# Entries shown
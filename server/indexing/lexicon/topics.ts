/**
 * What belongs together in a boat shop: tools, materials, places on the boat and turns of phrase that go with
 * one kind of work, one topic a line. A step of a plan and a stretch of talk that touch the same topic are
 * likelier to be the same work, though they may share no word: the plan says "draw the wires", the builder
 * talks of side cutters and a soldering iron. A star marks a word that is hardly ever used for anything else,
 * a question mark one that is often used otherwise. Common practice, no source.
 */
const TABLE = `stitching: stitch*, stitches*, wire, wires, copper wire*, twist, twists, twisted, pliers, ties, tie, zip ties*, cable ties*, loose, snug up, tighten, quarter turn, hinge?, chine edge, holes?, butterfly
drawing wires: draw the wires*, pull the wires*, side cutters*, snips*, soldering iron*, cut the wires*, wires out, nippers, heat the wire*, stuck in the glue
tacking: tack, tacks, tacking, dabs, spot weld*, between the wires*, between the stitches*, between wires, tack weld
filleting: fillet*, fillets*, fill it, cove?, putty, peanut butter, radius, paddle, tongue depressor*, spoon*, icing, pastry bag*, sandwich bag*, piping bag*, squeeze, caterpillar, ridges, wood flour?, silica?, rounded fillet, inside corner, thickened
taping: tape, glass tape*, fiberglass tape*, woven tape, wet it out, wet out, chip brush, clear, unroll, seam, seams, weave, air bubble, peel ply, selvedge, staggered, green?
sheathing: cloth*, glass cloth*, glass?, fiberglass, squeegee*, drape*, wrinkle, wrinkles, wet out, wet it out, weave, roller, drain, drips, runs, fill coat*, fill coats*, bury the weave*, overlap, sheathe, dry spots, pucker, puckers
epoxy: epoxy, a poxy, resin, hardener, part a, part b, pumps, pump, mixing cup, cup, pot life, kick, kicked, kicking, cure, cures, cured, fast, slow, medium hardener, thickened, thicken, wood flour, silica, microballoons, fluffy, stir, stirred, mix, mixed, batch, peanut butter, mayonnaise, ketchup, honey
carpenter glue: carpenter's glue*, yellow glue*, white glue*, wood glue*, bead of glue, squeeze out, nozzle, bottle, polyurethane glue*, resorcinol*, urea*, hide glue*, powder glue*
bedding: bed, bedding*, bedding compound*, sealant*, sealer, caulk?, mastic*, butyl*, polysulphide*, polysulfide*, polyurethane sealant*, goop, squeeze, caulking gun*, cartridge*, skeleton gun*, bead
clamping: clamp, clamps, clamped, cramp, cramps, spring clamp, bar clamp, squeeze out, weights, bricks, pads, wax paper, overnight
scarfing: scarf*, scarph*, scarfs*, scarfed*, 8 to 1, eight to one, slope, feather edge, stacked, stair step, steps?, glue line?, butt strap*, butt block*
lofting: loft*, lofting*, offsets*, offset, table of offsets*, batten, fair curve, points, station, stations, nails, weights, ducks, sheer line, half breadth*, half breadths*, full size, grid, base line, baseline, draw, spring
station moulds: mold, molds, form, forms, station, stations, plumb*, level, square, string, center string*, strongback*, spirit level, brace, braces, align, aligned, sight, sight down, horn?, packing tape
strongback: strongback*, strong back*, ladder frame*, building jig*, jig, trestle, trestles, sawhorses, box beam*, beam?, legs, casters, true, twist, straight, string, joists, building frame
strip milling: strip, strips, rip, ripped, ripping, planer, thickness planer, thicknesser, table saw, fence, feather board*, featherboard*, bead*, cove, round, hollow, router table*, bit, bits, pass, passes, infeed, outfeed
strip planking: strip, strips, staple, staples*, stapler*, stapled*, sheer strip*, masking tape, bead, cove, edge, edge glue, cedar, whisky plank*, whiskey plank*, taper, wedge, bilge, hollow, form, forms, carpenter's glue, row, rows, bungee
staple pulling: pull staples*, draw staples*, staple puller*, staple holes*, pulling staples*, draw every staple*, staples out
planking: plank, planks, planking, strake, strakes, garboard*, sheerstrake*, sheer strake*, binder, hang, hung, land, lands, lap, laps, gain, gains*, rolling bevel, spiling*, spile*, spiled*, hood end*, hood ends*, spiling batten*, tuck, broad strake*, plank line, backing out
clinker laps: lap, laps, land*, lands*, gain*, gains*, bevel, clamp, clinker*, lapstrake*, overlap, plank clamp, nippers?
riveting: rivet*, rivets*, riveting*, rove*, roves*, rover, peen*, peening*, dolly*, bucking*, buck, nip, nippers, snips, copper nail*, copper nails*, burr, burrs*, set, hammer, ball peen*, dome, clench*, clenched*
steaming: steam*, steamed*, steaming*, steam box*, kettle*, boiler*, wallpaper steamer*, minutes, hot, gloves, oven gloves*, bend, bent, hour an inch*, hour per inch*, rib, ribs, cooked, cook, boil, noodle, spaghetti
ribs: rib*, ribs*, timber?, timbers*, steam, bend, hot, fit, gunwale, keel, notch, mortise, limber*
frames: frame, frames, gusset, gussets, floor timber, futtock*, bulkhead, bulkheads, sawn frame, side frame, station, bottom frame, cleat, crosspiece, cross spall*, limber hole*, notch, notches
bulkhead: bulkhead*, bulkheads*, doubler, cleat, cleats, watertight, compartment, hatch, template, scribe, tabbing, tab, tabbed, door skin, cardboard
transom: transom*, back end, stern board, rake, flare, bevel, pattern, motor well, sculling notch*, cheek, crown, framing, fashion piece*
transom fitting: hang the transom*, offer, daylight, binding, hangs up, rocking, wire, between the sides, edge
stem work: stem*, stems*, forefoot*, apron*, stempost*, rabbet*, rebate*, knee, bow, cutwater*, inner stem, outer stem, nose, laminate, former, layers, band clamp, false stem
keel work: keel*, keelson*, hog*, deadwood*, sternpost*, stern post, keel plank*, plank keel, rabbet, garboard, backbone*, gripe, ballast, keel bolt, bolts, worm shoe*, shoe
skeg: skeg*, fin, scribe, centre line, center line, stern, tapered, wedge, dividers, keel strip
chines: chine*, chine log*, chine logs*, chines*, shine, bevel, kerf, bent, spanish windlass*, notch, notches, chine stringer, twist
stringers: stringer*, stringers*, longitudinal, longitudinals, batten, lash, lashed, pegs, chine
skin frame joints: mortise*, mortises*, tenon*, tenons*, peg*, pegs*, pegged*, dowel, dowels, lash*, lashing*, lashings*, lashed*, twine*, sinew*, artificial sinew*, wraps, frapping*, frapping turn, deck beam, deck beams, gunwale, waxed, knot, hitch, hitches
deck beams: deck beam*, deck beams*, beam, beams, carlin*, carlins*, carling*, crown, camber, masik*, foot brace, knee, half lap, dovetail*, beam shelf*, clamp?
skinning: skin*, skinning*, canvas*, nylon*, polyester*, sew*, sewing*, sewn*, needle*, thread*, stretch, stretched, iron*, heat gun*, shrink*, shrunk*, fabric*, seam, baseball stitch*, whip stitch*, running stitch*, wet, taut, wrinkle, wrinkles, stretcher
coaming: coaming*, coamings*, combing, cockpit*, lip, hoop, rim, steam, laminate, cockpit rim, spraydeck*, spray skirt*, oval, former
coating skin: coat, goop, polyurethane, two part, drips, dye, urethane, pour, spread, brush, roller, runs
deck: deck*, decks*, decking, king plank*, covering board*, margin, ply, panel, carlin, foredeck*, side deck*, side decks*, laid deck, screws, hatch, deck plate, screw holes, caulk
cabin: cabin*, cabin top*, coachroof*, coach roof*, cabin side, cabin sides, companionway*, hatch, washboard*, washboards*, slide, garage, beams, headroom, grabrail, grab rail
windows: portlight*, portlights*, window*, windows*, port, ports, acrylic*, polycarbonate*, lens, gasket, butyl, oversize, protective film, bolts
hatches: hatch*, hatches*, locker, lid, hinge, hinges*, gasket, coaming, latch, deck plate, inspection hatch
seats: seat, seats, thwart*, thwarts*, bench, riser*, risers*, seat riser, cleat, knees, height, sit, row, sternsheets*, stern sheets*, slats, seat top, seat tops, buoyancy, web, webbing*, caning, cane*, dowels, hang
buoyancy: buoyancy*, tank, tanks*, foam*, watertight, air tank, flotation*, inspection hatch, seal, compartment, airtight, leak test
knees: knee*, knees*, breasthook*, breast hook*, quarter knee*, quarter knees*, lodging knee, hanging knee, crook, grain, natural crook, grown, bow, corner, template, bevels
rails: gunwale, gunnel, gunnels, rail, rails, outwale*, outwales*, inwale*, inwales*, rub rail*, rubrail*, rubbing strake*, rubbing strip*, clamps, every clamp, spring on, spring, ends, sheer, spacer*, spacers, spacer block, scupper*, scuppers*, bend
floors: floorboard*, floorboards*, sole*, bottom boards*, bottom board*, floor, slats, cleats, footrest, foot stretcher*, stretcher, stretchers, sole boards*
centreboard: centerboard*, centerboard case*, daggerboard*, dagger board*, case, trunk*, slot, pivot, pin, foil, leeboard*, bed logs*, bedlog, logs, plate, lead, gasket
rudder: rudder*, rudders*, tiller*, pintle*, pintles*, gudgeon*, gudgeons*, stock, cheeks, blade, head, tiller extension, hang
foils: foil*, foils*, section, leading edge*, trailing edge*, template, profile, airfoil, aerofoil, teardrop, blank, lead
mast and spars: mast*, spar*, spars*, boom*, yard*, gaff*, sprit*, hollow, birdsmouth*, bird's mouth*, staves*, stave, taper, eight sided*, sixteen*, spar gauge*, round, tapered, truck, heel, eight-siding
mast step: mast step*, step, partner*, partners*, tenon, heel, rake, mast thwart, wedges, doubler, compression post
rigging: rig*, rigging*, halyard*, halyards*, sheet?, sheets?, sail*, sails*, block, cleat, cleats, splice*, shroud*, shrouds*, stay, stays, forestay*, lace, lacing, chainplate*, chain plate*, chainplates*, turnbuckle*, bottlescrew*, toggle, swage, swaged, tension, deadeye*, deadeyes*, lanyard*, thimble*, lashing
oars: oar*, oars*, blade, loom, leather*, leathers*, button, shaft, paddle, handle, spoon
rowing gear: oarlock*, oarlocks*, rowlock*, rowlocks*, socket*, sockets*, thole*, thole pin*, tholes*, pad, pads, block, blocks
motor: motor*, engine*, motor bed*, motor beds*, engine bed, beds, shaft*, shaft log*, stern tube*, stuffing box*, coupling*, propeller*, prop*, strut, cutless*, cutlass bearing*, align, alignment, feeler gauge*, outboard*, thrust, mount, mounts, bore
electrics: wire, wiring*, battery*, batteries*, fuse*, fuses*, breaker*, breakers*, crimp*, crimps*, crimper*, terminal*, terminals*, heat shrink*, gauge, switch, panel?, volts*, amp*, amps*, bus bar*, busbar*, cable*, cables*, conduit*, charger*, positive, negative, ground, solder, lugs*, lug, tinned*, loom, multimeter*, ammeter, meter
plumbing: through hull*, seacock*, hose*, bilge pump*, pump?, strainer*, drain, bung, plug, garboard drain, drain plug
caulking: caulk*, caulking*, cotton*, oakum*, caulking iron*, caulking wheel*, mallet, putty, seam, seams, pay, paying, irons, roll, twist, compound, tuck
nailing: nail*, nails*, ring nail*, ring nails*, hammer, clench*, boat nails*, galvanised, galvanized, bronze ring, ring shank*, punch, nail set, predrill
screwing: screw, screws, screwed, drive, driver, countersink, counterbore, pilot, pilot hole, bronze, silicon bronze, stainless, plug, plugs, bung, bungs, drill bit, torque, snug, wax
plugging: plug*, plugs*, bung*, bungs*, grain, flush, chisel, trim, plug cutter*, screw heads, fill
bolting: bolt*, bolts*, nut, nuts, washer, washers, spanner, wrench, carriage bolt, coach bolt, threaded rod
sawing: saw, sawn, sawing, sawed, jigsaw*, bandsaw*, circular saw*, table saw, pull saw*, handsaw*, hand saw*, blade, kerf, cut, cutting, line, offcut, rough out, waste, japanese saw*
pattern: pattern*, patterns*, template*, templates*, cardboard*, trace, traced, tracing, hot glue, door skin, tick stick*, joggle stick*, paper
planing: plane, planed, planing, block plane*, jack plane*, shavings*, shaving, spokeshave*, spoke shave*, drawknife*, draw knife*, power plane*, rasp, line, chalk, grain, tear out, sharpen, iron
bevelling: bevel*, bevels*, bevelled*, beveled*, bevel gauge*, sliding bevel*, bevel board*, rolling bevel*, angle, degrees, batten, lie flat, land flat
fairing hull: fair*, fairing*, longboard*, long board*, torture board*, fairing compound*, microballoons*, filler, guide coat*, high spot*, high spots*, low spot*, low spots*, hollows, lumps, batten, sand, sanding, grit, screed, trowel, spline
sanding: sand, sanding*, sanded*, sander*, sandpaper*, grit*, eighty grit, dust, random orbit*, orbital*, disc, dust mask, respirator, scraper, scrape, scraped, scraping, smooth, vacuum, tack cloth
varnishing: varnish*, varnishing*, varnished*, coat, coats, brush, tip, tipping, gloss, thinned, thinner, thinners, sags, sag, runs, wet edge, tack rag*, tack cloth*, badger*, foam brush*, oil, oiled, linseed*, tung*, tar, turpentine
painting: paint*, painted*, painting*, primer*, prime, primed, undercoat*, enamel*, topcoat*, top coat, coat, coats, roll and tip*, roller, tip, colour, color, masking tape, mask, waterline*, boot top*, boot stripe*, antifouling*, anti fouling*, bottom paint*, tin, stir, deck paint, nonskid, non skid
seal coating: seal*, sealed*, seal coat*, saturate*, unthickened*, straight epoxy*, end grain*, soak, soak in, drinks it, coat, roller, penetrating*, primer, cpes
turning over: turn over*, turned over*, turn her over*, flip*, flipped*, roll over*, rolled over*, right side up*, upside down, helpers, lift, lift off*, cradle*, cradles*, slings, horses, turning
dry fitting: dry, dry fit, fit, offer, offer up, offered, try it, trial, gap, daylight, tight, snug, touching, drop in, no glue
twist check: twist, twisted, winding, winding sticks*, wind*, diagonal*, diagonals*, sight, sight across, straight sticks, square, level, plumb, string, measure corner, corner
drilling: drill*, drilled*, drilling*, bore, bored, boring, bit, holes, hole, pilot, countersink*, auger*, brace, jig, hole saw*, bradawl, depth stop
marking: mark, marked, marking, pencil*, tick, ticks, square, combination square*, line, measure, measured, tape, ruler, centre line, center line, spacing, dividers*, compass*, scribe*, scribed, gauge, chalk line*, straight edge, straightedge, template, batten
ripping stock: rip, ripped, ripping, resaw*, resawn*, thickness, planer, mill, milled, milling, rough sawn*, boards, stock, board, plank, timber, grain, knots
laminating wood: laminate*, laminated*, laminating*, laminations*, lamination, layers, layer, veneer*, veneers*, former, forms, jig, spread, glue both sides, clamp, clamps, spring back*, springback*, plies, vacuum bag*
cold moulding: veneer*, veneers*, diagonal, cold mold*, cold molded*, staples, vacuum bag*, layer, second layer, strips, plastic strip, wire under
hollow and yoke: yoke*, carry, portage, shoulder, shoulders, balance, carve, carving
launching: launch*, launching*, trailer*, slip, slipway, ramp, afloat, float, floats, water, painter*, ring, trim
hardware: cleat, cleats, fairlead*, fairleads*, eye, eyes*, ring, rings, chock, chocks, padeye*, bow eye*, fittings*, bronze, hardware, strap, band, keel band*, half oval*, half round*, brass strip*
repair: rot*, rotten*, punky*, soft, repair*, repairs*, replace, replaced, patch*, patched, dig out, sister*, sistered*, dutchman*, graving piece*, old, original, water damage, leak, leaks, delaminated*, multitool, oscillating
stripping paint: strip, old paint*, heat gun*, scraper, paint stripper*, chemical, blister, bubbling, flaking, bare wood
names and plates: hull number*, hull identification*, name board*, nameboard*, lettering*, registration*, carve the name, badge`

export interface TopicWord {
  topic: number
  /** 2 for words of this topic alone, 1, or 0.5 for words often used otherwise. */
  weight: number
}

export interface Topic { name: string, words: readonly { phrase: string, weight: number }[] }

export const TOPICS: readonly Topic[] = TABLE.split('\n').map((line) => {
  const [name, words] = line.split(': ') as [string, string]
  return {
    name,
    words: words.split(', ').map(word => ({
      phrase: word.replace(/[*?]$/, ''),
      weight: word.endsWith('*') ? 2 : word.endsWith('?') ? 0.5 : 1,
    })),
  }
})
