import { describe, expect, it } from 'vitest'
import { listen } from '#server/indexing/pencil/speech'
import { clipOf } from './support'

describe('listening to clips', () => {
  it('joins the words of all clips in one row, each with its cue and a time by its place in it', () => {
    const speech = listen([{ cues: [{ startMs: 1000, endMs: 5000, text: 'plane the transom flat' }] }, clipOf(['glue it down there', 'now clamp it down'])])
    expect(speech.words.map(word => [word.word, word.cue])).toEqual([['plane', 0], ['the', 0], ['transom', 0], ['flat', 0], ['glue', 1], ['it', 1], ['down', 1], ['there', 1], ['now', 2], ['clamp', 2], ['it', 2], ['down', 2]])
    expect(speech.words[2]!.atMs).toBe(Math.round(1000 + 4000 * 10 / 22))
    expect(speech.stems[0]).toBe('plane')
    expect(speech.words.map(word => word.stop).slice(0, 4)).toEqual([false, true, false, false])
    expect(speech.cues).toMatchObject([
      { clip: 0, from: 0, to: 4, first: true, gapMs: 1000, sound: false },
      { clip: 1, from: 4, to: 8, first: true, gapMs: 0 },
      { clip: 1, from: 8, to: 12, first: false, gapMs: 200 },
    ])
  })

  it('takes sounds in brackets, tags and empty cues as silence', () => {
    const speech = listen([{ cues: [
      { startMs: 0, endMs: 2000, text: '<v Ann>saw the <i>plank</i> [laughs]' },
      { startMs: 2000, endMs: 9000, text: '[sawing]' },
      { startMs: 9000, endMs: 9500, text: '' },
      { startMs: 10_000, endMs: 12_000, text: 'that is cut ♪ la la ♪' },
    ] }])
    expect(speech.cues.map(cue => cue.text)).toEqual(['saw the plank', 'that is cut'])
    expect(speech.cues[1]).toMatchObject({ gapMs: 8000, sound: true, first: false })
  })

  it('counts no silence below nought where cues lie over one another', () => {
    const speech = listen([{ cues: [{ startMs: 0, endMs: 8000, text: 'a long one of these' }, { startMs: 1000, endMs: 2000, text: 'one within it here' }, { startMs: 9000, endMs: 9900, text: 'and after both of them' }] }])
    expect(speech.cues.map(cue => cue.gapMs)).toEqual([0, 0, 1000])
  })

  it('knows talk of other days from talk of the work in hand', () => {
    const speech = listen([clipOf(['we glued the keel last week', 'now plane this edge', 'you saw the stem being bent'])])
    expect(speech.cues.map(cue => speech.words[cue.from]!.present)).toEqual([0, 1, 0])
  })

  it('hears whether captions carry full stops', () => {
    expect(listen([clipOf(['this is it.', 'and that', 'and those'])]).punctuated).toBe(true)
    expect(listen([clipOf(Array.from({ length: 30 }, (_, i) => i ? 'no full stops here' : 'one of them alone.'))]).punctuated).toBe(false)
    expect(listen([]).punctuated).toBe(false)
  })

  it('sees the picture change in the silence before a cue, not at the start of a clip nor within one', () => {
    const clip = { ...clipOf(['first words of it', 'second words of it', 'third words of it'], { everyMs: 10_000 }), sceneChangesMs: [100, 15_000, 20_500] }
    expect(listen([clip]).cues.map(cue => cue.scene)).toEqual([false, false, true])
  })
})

# About this exercise
A single number is the answer: the count of lines above that include the string "otherwise".

# Output of the exercise
2